Bartolomeo Guidobono (1654–1709) was an Italian painter known for his scenes with angelic looking figures bathing in soft lighting, which show the influence of Correggio. His elegant and graceful style was very popular in Genoa. He is also known as il Prete di Savona (Priest of Savona) or Prete Bartolomeo da Savona (Priest Bartolomeo of Savona).

==Life==
Guidobono was born in Savona as the son of Giovanni Antonio Guidobono, a maiolica painter. His brother Domenico was a decorative fresco painter. Bartolomeo began as a painter of ceramic earthenware with his father, who worked for the royal court of Savoy. He afterwards went to work as a copyist to Parma, Venice, and Genoa.

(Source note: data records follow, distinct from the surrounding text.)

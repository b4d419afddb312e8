import fs from 'node:fs';
import path from 'node:path';
import { houseFolder, root, sourcesHash } from './folders.mjs';
import { say, seconds, SetupProblem } from './say.mjs';
import { runQuietly } from './tool.mjs';

const sources = [
  'app',
  'components',
  'strategy',
  'shared',
  'public',
  'assets',
  'app.json',
  'metro.config.cjs',
  'package-lock.json',
  'tsconfig.json',
  'babel.config.cjs',
];
export const webFolder = path.join(root, 'dist');
const stamp = path.join(webFolder, '.built-from');

/** Exports the web app into dist/ when its sources changed. The old one stays in place until the new one is whole. */
export async function buildWeb() {
  const wanted = sourcesHash(sources);
  if (fs.existsSync(stamp) && fs.readFileSync(stamp, 'utf8') === wanted) return;
  const since = Date.now();
  say('Building the web app: about two minutes the first time, seconds later …');
  const next = path.join(root, 'build', 'web');
  fs.rmSync(next, { recursive: true, force: true });
  const tell = setInterval(() => say(`  still building, ${seconds(since)}`), 20_000);
  const { code, output } = await runQuietly(
    process.execPath,
    [path.join(root, 'node_modules/expo/bin/cli'), 'export', '-p', 'web', '--output-dir', next],
    // The bundler's cache stays inside the project: another person's cache in the shared folder could not be written.
    {
      ...process.env,
      CI: '1',
      EXPO_OFFLINE: '1',
      EXPO_NO_TELEMETRY: '1',
      NODE_ENV: 'production',
      TMPDIR: houseFolder('bundler'),
    },
  );
  clearInterval(tell);
  if (code !== 0) throw new SetupProblem(`The web app could not be built:\n${output.slice(-4000)}`);
  fs.writeFileSync(path.join(next, '.built-from'), wanted);
  fs.rmSync(webFolder, { recursive: true, force: true });
  fs.renameSync(next, webFolder);
  say(`Web app built in ${seconds(since)}.`);
}
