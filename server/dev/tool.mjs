import { spawn } from 'node:child_process';
import path from 'node:path';
import { root } from './folders.mjs';

/** Runs an installed package's program with the project as its folder; resolves to the exit code. */
export function runTool(program, args, env = {}) {
  return new Promise((resolve, reject) => {
    const child = spawn(path.join(root, 'node_modules/.bin', program), args, {
      cwd: root,
      env: { ...process.env, ...env },
      stdio: ['ignore', 'inherit', 'inherit'],
    });
    child.on('error', reject);
    child.on('close', (code) => resolve(code ?? 1));
  });
}

/** Runs a program quietly, with this environment and no other; resolves to its exit code and all that it said. */
export function runQuietly(program, args, env) {
  return new Promise((resolve, reject) => {
    const child = spawn(program, args, { cwd: root, env, stdio: ['ignore', 'pipe', 'pipe'] });
    let output = '';
    child.stdout.on('data', (chunk) => (output += chunk));
    child.stderr.on('data', (chunk) => (output += chunk));
    child.on('error', reject);
    child.on('close', (code) => resolve({ code, output }));
  });
}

Guidobono died in Turin on 4 January 1709.

==Work==
He appears to have modeled his style on Northern influences such as Gaudenzio Ferrari and Corregio as well as on Caravaggio.

He was admired for his decoration of ornamental parts, such as flowers, fruits, and animals. He helped fresco the Palazzo Centurioni in Genoa. He painted an Inebriation of Lot and in three other subjects for the Palace Brignole Sale. His brother Domenico (1670–1746) helped paint the Duomo of Turin with a glory of angels.